— Input data —

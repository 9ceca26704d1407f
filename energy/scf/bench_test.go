package scf

import (
	"context"
	"fmt"
	"strings"
	"testing"

	"poise/energy/basis"
	"poise/energy/molecule"
)

// benchmarkEnergy times a whole SCF energy, integrals and guess included.
func benchmarkEnergy(b *testing.B, file, basisName string) {
	m, err := molecule.ReadXYZFile("../../testdata/molecules/" + file)
	if err != nil {
		b.Fatal(err)
	}
	if err := m.SetSpin(0, 0); err != nil {
		b.Fatal(err)
	}
	set, err := basis.Load(basisName)
	if err != nil {
		b.Fatal(err)
	}
	sh, err := set.Shells(m, basis.Default)
	if err != nil {
		b.Fatal(err)
	}
	for _, threads := range []int{1, 2} {
		b.Run(fmt.Sprintf("threads=%d", threads), func(b *testing.B) {
			var iters int
			for i := 0; i < b.N; i++ {
				res, err := Run(context.Background(), m, sh, Options{Threads: threads})
				if err != nil {
					b.Fatal(err)
				}
				iters = res.Iterations
			}
			b.ReportMetric(float64(iters), "iterations")
		})
	}
}

func BenchmarkHFWater631Gs(b *testing.B)   { benchmarkEnergy(b, "water.xyz", "6-31g*") }
func BenchmarkHFBenzene631Gs(b *testing.B) { benchmarkEnergy(b, "benzene.xyz", "6-31g*") }

// alkaneXYZ is the all-anti linear alkane CnH2n+2 in standard geometry
// (C–C 1.54 Å, C–H 1.09 Å, every angle tetrahedral; textbook values, from
// memory), as XYZ text.
func alkaneXYZ(n int) string {
	const (
		cc, ch = 1.54, 1.09
		sinH   = 0.816496580927726 // sin(½·109.47°) = √(2/3)
		cosH   = 0.577350269189626 // cos(½·109.47°) = √(1/3)
	)
	var lines []string
	add := func(sym string, x, y, z float64) {
		lines = append(lines, fmt.Sprintf("%s %.6f %.6f %.6f", sym, x, y, z))
	}
	for i := 0; i < n; i++ {
		x := float64(i) * cc * sinH
		s := 1.0 // +1: the neighbours lie at larger y
		y := 0.0
		if i%2 == 1 {
			s, y = -1, cc*cosH
		}
		add("C", x, y, 0)
		add("H", x, y-s*ch*cosH, ch*sinH)
		add("H", x, y-s*ch*cosH, -ch*sinH)
		if i == 0 {
			add("H", x-ch*sinH, y+s*ch*cosH, 0)
		}
		if i == n-1 {
			add("H", x+ch*sinH, y+s*ch*cosH, 0)
		}
	}
	return fmt.Sprintf("%d\nC%dH%d\n%s\n", len(lines), n, 2*n+2, strings.Join(lines, "\n"))
}

// BenchmarkFockAlkane times one integral-direct Coulomb and exchange build
// at HF/6-31G* on linear alkanes, with the density after one SCF iteration
// from the atomic guess: the scaling of the Fock build with size.
func BenchmarkFockAlkane(b *testing.B) {
	set, err := basis.Load("6-31g*")
	if err != nil {
		b.Fatal(err)
	}
	for _, n := range []int{4, 8, 12, 16} {
		m, err := molecule.ParseXYZ("alkane", []byte(alkaneXYZ(n)))
		if err != nil {
			b.Fatal(err)
		}
		if err := m.SetSpin(0, 0); err != nil {
			b.Fatal(err)
		}
		sh, err := set.Shells(m, basis.Default)
		if err != nil {
			b.Fatal(err)
		}
		res, err := Run(context.Background(), m, sh, Options{MaxIterations: 1, MemoryBytes: 1})
		if res == nil {
			b.Fatal(err)
		}
		b.Run(fmt.Sprintf("n=%d/nbf=%d", n, res.NBF), func(b *testing.B) {
			jk, err := NewJKBuilder(context.Background(), sh, Options{Threads: 1, MemoryBytes: 1})
			if err != nil {
				b.Fatal(err)
			}
			b.ResetTimer()
			for i := 0; i < b.N; i++ {
				if _, _, err := jk.Build(context.Background(), res.Density); err != nil {
					b.Fatal(err)
				}
			}
		})
	}
}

— Task instructions —
Please give back all of the records exactly as written.

— Your response —
repository 9ceca26704d1407f
filename energy/scf/bench_test.go
package scf

import (
	"context"
	"fmt"
	"strings"
	"testing"

	"poise/energy/basis"
	"poise/energy/molecule"
)

// benchmarkEnergy times a whole SCF energy, integrals and guess included.
func benchmarkEnergy(b *testing.B, file, basisName string) {
	m, err := molecule.ReadXYZFile("../../testdata/molecules/" + file)
	if err != nil {
		b.Fatal(err)
	}
	if err := m.SetSpin(0, 0); err != nil {
		b.Fatal(err)
	}
	set, err := basis.Load(basisName)
	if err != nil {
		b.Fatal(err)
	}
	sh, err := set.Shells(m, basis.Default)
	if err != nil {
		b.Fatal(err)
	}
	for _, threads := range []int{1, 2} {
		b.Run(fmt.Sprintf("threads=%d", threads), func(b *testing.B) {
			var iters int
			for i := 0; i < b.N; i++ {
				res, err := Run(context.Background(), m, sh, Options{Threads: threads})
				if err != nil {
					b.Fatal(err)
				}
				iters = res.Iterations
			}
			b.ReportMetric(float64(iters), "iterations")
		})
	}
}

func BenchmarkHFWater631Gs(b *testing.B)   { benchmarkEnergy(b, "water.xyz", "6-31g*") }
func BenchmarkHFBenzene631Gs(b *testing.B) { benchmarkEnergy(b, "benzene.xyz", "6-31g*") }

// alkaneXYZ is the all-anti linear alkane CnH2n+2 in standard geometry
// (C–C 1.54 Å, C–H 1.09 Å, every angle tetrahedral; textbook values, from
// memory), as XYZ text.
func alkaneXYZ(n int) string {
	const (
		cc, ch = 1.54, 1.09
		sinH   = 0.816496580927726 // sin(½·109.47°) = √(2/3)
		cosH   = 0.577350269189626 // cos(½·109.47°) = √(1/3)
	)
	var lines []string
	add := func(sym string, x, y, z float64) {
		lines = append(lines, fmt.Sprintf("%s %.6f %.6f %.6f", sym, x, y, z))
	}
	for i := 0; i < n; i++ {
		x := float64(i) * cc * sinH
		s := 1.0 // +1: the neighbours lie at larger y
		y := 0.0
		if i%2 == 1 {
			s, y = -1, cc*cosH
		}
		add("C", x, y, 0)
		add("H", x, y-s*ch*cosH, ch*sinH)
		add("H", x, y-s*ch*cosH, -ch*sinH)
		if i == 0 {
			add("H", x-ch*sinH, y+s*ch*cosH, 0)
		}
		if i == n-1 {
			add("H", x+ch*sinH, y+s*ch*cosH, 0)
		}
	}
	return fmt.Sprintf("%d\nC%dH%d\n%s\n", len(lines), n, 2*n+2, strings.Join(lines, "\n"))
}

// BenchmarkFockAlkane times one integral-direct Coulomb and exchange build
// at HF/6-31G* on linear alkanes, with the density after one SCF iteration
// from the atomic guess: the scaling of the Fock build with size.
func BenchmarkFockAlkane(b *testing.B) {
	set, err := basis.Load("6-31g*")
	if err != nil {
		b.Fatal(err)
	}
	for _, n := range []int{4, 8, 12, 16} {
		m, err := molecule.ParseXYZ("alkane", []byte(alkaneXYZ(n)))
		if err != nil {
			b.Fatal(err)
		}
		if err := m.SetSpin(0, 0); err != nil {
			b.Fatal(err)
		}
		sh, err := set.Shells(m, basis.Default)
		if err != nil {
			b.Fatal(err)
		}
		res, err := Run(context.Background(), m, sh, Options{MaxIterations: 1, MemoryBytes: 1})
		if res == nil {
			b.Fatal(err)
		}
		b.Run(fmt.Sprintf("n=%d/nbf=%d", n, res.NBF), func(b *testing.B) {
			jk, err := NewJKBuilder(context.Background(), sh, Options{Threads: 1, MemoryBytes: 1})
			if err != nil {
				b.Fatal(err)
			}
			b.ResetTimer()
			for i := 0; i < b.N; i++ {
				if _, _, err := jk.Build(context.Background(), res.Density); err != nil {
					b.Fatal(err)
				}
			}
		})
	}
}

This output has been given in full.